Abstract

Four Tethyan ocean basins are recognised in Asia, the Proto-Tethys (Late Proterozoic - Silurian), Palaeo-Tethys (Middle Devonian - Late Triassic), Meso-Tethys (Middle Permian - Late Cretaceous) and Ceno-Tethys (late Middle Triassic - Eocene). Multi-disciplinary data, including ages of pelagic sediments, ocean plate stratigraphy, seamounts, ophiolites, blueschists, eclogites in accretionary complexes, volcanic arc and magmatic rocks found along suture zones of the Tethyan oceans are described and used to date the opening and closure of these oceans. The evolution of the Tethyan ocean basins in Asia illustrates that Asia has been a giant convergent zone for more than 500 million years and the Phanerozoic construction and evolution of Asia involved the opening and closure of Tethyan ocean basins and the collision and accretion of Gondwana-derived continental blocks and the Indian Craton. Subduction processes, arc and back-arc basin generation, and continent-continent and arc-continent collisions led to the principal orogenic events, basin development and related mineral and energy resource deposits recorded in Asia. Three major orogenic belts are recognised in Asia, the Central Asian Orogenic Belt, that relates to the evolution of the Palaeo-Asia Ocean, and the Tethyan (Tethysides) Orogenic Belt and the Alpine-Himalayan Orogenic Belt which relate to the evolution of Tethyan ocean basins.
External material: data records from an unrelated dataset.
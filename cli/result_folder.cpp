#include "result_folder.hpp"

#include "files.hpp"

#include <algorithm>
#include <array>
#include <cstdio>
#include <filesystem>
#include <functional>
#include <set>
#include <utility>

namespace runnel_cli {

namespace {

bool write_file(const std::filesystem::path& path,
                const std::function<void(const runnel::TextSink&)>& write) {
    Output output(path.string());
    write(output.sink());
    return output.close();
}

/// Names of drawings by level. Ids that become the same name, also where a file system does not tell capitals
/// from small letters, are numbered.
std::vector<std::string> drawing_names(const runnel::Framing& framing) {
    std::vector<std::string> names;
    std::set<std::string> taken;
    const auto take = [&](std::string name) {
        std::transform(name.begin(), name.end(), name.begin(),
                       [](char c) { return c >= 'A' && c <= 'Z' ? static_cast<char>(c - 'A' + 'a') : c; });
        return taken.insert(name).second;
    };
    for (const runnel::FramedLevel& level : framing.levels) {
        const std::string stem = "plan-" + safe_file_name(level.id);
        std::string name = stem;
        for (int number = 2; !take(name); ++number) {
            name = stem + '-' + std::to_string(number);
        }
        names.push_back(name + ".svg");
    }
    return names;
}

constexpr const char* result_name = "result.json";
constexpr std::array<std::pair<const char*, runnel::Table>, 4> tables{
    {{"members.csv", runnel::Table::members},
     {"reactions.csv", runnel::Table::reactions},
     {"rundowns.csv", runnel::Table::rundowns},
     {"foundations.csv", runnel::Table::foundations}}};

/// True where a file begins with the mark that drawings of this program carry.
bool is_own_drawing(const std::filesystem::path& path) {
    constexpr std::size_t beginning = 1024;
    std::string text(beginning, '\0');
    std::FILE* const file = std::fopen(path.c_str(), "rb");
    if (file == nullptr) {
        return false;
    }
    text.resize(std::fread(text.data(), 1, text.size(), file));
    std::fclose(file);
    return text.find("<!-- runnel ") != std::string::npos;
}

bool is_own(const std::filesystem::path& path) {
    const std::string name = path.filename().string();
    const bool table =
        std::any_of(tables.begin(), tables.end(), [&](const auto& one) { return name == one.first; });
    const bool drawing = name.starts_with("plan-") && name.ends_with(".svg");
    return name == result_name || table || (drawing && is_own_drawing(path));
}

/// What earlier runs wrote would be taken for part of this result. Nothing else is touched.
bool remove_earlier(const std::filesystem::path& folder) {
    std::vector<std::filesystem::path> own;
    std::error_code trouble;
    for (std::filesystem::directory_iterator entry(folder, trouble), end; !trouble && entry != end;
         entry.increment(trouble)) {
        std::error_code unknown;
        if (entry->symlink_status(unknown).type() == std::filesystem::file_type::regular &&
            is_own(entry->path())) {
            own.push_back(entry->path());
        }
    }
    if (trouble) {
        complain("cannot read the folder " + folder.string() + ": " + trouble.message());
        return false;
    }
    for (const std::filesystem::path& path : own) {
        if (!std::filesystem::remove(path, trouble) && trouble) {
            complain("cannot remove " + path.string() + " of an earlier run: " + trouble.message());
            return false;
        }
    }
    return true;
}

/// Writes files into a folder and keeps their names.
class Folder {
public:
    explicit Folder(std::filesystem::path path) : path_(std::move(path)) {}

    void write(const std::string& name, const std::function<void(const runnel::TextSink&)>& contents) {
        if (write_file(path_ / name, contents)) {
            written_ += (written_.empty() ? "" : ", ") + name;
        } else {
            failed_ = true;
        }
    }

    /// Says what was written. False where something could not be.
    [[nodiscard]] bool close() const {
        if (!written_.empty()) {
            complain("written to " + path_.string() + ": " + written_);
        }
        return !failed_;
    }

private:
    std::filesystem::path path_;
    std::string written_;
    bool failed_ = false;
};

} // namespace

bool write_folder(const std::string& name, const runnel::Takedown& takedown,
                  const runnel::ReportOptions& options) {
    std::error_code trouble;
    std::filesystem::create_directories(name, trouble);
    if (trouble) {
        complain("cannot make the folder " + name + ": " + trouble.message());
        return false;
    }
    if (!remove_earlier(name)) {
        return false;
    }
    Folder folder(name);
    folder.write(result_name,
                 [&](const runnel::TextSink& sink) { runnel::write_result(takedown, {}, options, sink); });
    if (!takedown.complete) {
        return folder.close();
    }
    for (const auto& table : tables) {
        folder.write(table.first, [&](const runnel::TextSink& sink) {
            runnel::write_table(takedown, table.second, options, sink);
        });
    }
    const std::vector<std::string> names = drawing_names(takedown.framing);
    for (std::uint32_t l = 0; l < names.size(); ++l) {
        folder.write(names[l], [&](const runnel::TextSink& sink) {
            runnel::draw_level(takedown.plan, takedown.framing, l, takedown.levels[l].sharing, options, sink);
        });
    }
    return folder.close();
}

} // namespace runnel_cli
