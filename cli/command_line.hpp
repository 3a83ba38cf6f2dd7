#pragma once

namespace runnel_cli {

/// Reads the arguments, makes the one library call they ask for, returns the exit status.
int run(int count, char** arguments);

} // namespace runnel_cli
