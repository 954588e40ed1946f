import { formatNumber, formatQuantity } from '@nightcone/drawing';
import { type BuiltPlot, domainOf } from './built-plot.ts';
import { axisOf, isValid, need, type ResultData } from './result-data.ts';

/** Open channels against energy, as a staircase; only where the kernel could prove the count. */
export function buildRibbonChannels(data: ResultData): BuiltPlot {
  const energies = axisOf(data, 'energyEv');
  const channels = need(data, 'channels').values;
  const valid = energies.map((_, i) => isValid(data, 'channels', i));
  const x: number[] = [];
  const y: number[] = [];
  energies.forEach((energy, i) => {
    const here = valid[i] ? (channels[i] as number) : Number.NaN;
    if (i > 0 && here !== y.at(-1)) {
      const middle = (energy + (energies[i - 1] as number)) / 2;
      x.push(middle, middle);
      y.push(y.at(-1) as number, here);
    }
    x.push(energy);
    y.push(here);
  });
  const most = Math.max(1, ...Array.from(channels, Number));
  const proved = valid.filter(Boolean).length;
  return {
    plot: {
      caption: `Open channels, spin counted; proved at ${proved} of ${energies.length} energies.`,
      x: { symbol: 'E', unit: 'eV', domain: domainOf(energies) },
      y: { symbol: 'M', unit: '', domain: [0, most + 0.5], integer: true },
      marks: [{ kind: 'line', role: 'ink', x, y }],
    },
    targets: {
      x: energies.filter((_, i) => valid[i]),
      y: Array.from(channels, Number).filter((_, i) => valid[i]),
      describe(i) {
        const at = valid.flatMap((good, index) => (good ? [index] : []))[i] as number;
        return {
          value: `${formatNumber(channels[at] as number)} open`,
          description: 'right-moving modes, spin counted',
          rows: [{ symbol: 'E', label: 'energy', value: formatQuantity(energies[at] as number, 'eV') }],
        };
      },
    },
    table: {
      columns: [
        { label: 'E', unit: 'eV' },
        { label: 'channels', unit: '' },
      ],
      rows: energies.length,
      cell: (row, column) =>
        column === 0 ? (energies[row] as number) : valid[row] ? (channels[row] as number) : 'not proved',
    },
  };
}
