import type { Mark, Role } from '@nightcone/drawing';
import { expect, test } from 'vitest';
import type { DataArray, ResultData } from './result-data.ts';
import { buildRibbonBands } from './ribbon-bands.ts';

const array = (name: string, values: DataArray['values'], ragged?: string): DataArray => ({
  name,
  shape: [values.length],
  dims: [],
  unit: '',
  values,
  ...(ragged ? { ragged } : {}),
});

/** Rows of levels over k = 0, 0.1, 0.2, …; `valleys` blocks one after the other. */
function ribbon(edge: string, valley: number[], rows: number[][], extra: DataArray[] = []): ResultData {
  const offsets = [0];
  for (const row of rows) offsets.push((offsets.at(-1) ?? 0) + row.length);
  const flat = rows.flat();
  const count = rows.length / valley.length;
  const arrays = [
    array(
      'kPerNm',
      Float64Array.from({ length: count }, (_, i) => i / 10),
    ),
    array('valley', Int32Array.from(valley)),
    array('offsets', Int32Array.from(offsets)),
    array('energies', Float64Array.from(flat), 'offsets'),
    array('velocities', new Float64Array(flat.length), 'offsets'),
    ...extra,
  ];
  return {
    body: {
      model: 'continuum-ribbon',
      parameters: { edge: { kind: edge }, width: { kind: 'nm', widthNm: 10 }, fieldT: 0 },
      numerics: {},
    },
    arrays: new Map(arrays.map((each) => [each.name, each])),
  };
}
const lines = (marks: readonly Mark[], role: Role) =>
  marks.filter((mark) => mark.kind === 'line' && mark.role === role && mark.slopes !== undefined);

test('valleys of a zigzag ribbon keep their own pens', () => {
  const { plot } = buildRibbonBands(ribbon('zigzag', [1, -1], [[0.1], [0.1], [0.1], [0.2], [0.2], [0.2]]));
  expect(lines(plot.marks, 'K')).toHaveLength(1);
  expect(lines(plot.marks, 'K-prime')).toHaveLength(1);
  expect(plot.key?.map(({ label }) => label)).toEqual(['K', 'K′']);
});

test('an armchair edge shows valleys only where two levels coincide, ink where they part', () => {
  const rows = [
    [0.1, 0.1],
    [0.1, 0.1],
    [0.1, 0.1002],
    [0.0985, 0.1015],
    [0.0985, 0.1015],
  ];
  const { plot, targets } = buildRibbonBands(ribbon('armchair', [0], rows));
  expect(lines(plot.marks, 'K').length).toBeGreaterThan(0);
  expect(lines(plot.marks, 'K-prime').length).toBeGreaterThan(0);
  expect(lines(plot.marks, 'mixed')).toHaveLength(2);
  expect(targets.describe(0).description).toContain('both valleys');
  expect(targets.describe(9).description).toContain('valleys mixed');
});

test('the error of a level stands behind its value only where there is one', () => {
  const errors = [
    array('errorEstimate', Float64Array.from([1e-6, 0]), 'offsets'),
    array('errorEstimateValid', Uint8Array.from([1, 0]), 'offsets'),
  ];
  const { targets } = buildRibbonBands(ribbon('zigzag', [1], [[0.1], [0.1]], errors));
  expect(targets.describe(0).value).toBe('100.0000(10) meV');
  expect(targets.describe(1).value).toBe('100 meV');
});
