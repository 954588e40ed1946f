import { layoutPlot } from '@nightcone/drawing';
import { type KeyboardEvent, type ReactNode, useEffect, useId, useMemo, useRef, useState } from 'react';
import { useWidth } from '../components/use-width.ts';
import type { BuiltPlot, Readout } from './built-plot.ts';
import { CrossHair } from './cross-hair.tsx';
import { type Direction, nearestTarget, nextTarget } from './nearest-target.ts';
import { PlotAxes } from './plot-axes.tsx';
import { PlotCanvas } from './plot-canvas.tsx';

import { PlotMarks, PlotRules } from './plot-marks.tsx';
import { PlotWords } from './plot-words.tsx';
import { usePlotPointer } from './use-plot-pointer.ts';
import { usePlotWindow } from './use-plot-window.ts';

/** From here on marks are painted on a canvas. */
const canvasFrom = 5000;
const keys: Record<string, Direction> = { ArrowLeft: 'left', ArrowRight: 'right', ArrowUp: 'up', ArrowDown: 'down' };

export interface PlotProps {
  built: BuiltPlot;
  /** Height in px; the width is that of its place. */
  height?: number;
  /** The read-out goes there and not under the plot. null when the cross-hair leaves. */
  onReadout?: (readout: Readout | null) => void;
  /** px that the cross-hair's horizontal line runs on to the right, to the read-out in the margin. */
  reach?: number;
  /** Stands in the caption line: what this plot is not (a preview). */
  remark?: ReactNode;
  /** Buttons at the end of the caption line (table, exports). */
  actions?: ReactNode;
  /** A click on a place, e.g. opens the job behind a point of a sweep. */
  onPick?: (index: number) => void;
  compact?: boolean;
  /** False: key and caption stand elsewhere on the page. */
  words?: boolean;
}

/** A plot with axes, marks, cross-hair, zoom, key and caption. */
export function PlotView(props: PlotProps) {
  const { built, height = 420, onReadout, reach = 0, remark, actions, onPick, compact = false, words = true } = props;
  const { plot, targets } = built;
  const [box, width] = useWidth<HTMLDivElement>(640);
  const surface = useRef<HTMLDivElement | null>(null);
  const view = usePlotWindow(plot);
  const geometry = useMemo(
    () => layoutPlot(plot, { width, height }, view.domains),
    [plot, width, height, view.domains],
  );
  const [active, setActive] = useState<number | null>(null);
  const hover = (place: { x: number; y: number } | null) =>
    setActive(place && nearestTarget(targets, geometry, place.x, place.y, 60));
  const many = useMemo(() => countMarks(built) > canvasFrom, [built]);
  const { brush, shift, handlers } = usePlotPointer(surface, geometry, view, hover, many);
  const at = active !== null && active < targets.x.length ? active : null;
  const readout = useMemo(
    () => (at === null ? null : { ...targets.describe(at), top: geometry.toY(targets.y[at] as number) }),
    [at, targets, geometry],
  );
  useEffect(() => onReadout?.(readout), [readout, onReadout]);
  const help = useId();

  const onKeyDown = (event: KeyboardEvent) => {
    const { data } = geometry;
    const middle = { x: data.x + data.width / 2, y: data.y + data.height / 2 };
    const direction = keys[event.key];
    if (direction && event.shiftKey) {
      const [dx, dy] = { left: [-40, 0], right: [40, 0], up: [0, -40], down: [0, 40] }[direction] as [number, number];
      view.panBy(geometry, dx, dy);
    } else if (direction) {
      setActive(
        at === null
          ? nearestTarget(targets, geometry, middle.x, middle.y)
          : nextTarget(targets, geometry, at, direction),
      );
    } else if (event.key === '+' || event.key === '=') view.zoomAt(geometry, middle.x, middle.y, 0.8);
    else if (event.key === '-') view.zoomAt(geometry, middle.x, middle.y, 1.25);
    else if (event.key === '0') view.reset();
    else if (event.key === 'Escape') setActive(null);
    else if (event.key === 'Enter' && at !== null && onPick) onPick(at);
    else return;
    event.preventDefault();
  };

  return (
    <figure className="min-w-0" data-plot="">
      <div ref={box} className="relative">
        <div
          ref={surface}
          role="application"
          aria-roledescription="plot"
          aria-label={plot.caption}
          aria-describedby={help}
          // biome-ignore lint/a11y/noNoninteractiveTabindex: the cross-hair is moved by keys
          tabIndex={0}
          className={`relative touch-pan-y select-none ${onPick ? 'cursor-pointer' : 'cursor-crosshair'}`}
          style={{ height }}
          onKeyDown={onKeyDown}
          onClick={() => at !== null && !brush && onPick?.(at)}
          {...handlers}
        >
          {many || geometry.cells.length > 0 ? <PlotCanvas geometry={geometry} marks={many} shift={shift} /> : null}
          <svg width={width} height={height} className="absolute inset-0 overflow-visible" aria-hidden="true">
            {many ? <PlotRules geometry={geometry} /> : <PlotMarks geometry={geometry} />}
            <PlotAxes geometry={geometry} />
            {brush ? <rect {...brush} className="fill-ink/10 stroke-ink" strokeDasharray="3 3" /> : null}
            {at !== null && !brush ? (
              <CrossHair
                geometry={geometry}
                x={targets.x[at] as number}
                y={targets.y[at] as number}
                reach={onReadout ? reach : 0}
              />
            ) : null}
          </svg>
        </div>
        <p id={help} className="sr-only">
          Arrow keys move the cross-hair, plus and minus zoom, Shift with arrows moves the window, 0 shows all. The
          values are in the table under the plot.
        </p>
        <p className="sr-only" aria-live="polite">
          {readout ? `${readout.value}, ${readout.description}` : ''}
        </p>
        {view.zoomed ? (
          <button
            type="button"
            onClick={view.reset}
            className="absolute top-0 right-0 min-h-6 cursor-pointer bg-ground px-1 text-small underline underline-offset-2"
          >
            Show all
          </button>
        ) : null}
      </div>
      {onReadout || compact ? null : <ReadoutLine readout={readout} />}
      {words ? (
        <PlotWords plot={plot} remark={remark} actions={actions} hidden={compact} />
      ) : (
        <figcaption className="sr-only">{plot.caption}</figcaption>
      )}
    </figure>
  );
}

/** The read-out under a plot; its line keeps its height, so that nothing jumps. */
function ReadoutLine({ readout }: { readout: Readout | null }) {
  return (
    <p className="min-h-6 overflow-hidden text-ellipsis whitespace-nowrap text-small" aria-hidden="true">
      {readout ? (
        <>
          <b className="num">{readout.value}</b>
          <span className="text-ink2">
            {' '}
            {readout.description}
            {readout.rows.map((row) => `; ${row.label} ${row.value}`).join('')}
          </span>
        </>
      ) : null}
    </p>
  );
}

function countMarks({ plot }: BuiltPlot): number {
  return plot.marks.reduce(
    (sum, mark) => (mark.kind === 'line' || mark.kind === 'points' ? sum + mark.x.length : sum),
    0,
  );
}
The principal Tethyan basin related orogenies in Asia are the Bhimphedian Orogeny (Ordovician-Silurian) that reflects the collision of major Asian continental blocks (“Asian-Hun Superterrane”) with Gondwana, the Indosinian (Cimmerian) Orogeny (Permian-Triassic) resulting from Palaeo-Tethyan subduction processes, collisions of Asian blocks and collision of the Cimmerian continent with Asia, and the Himalayan-Tibetan Orogeny (Cretaceous-Palaeogene) caused by subduction of the Meso- and Ceno-Tethys oceans and the Lhasa-Asia and India-Asia collisions.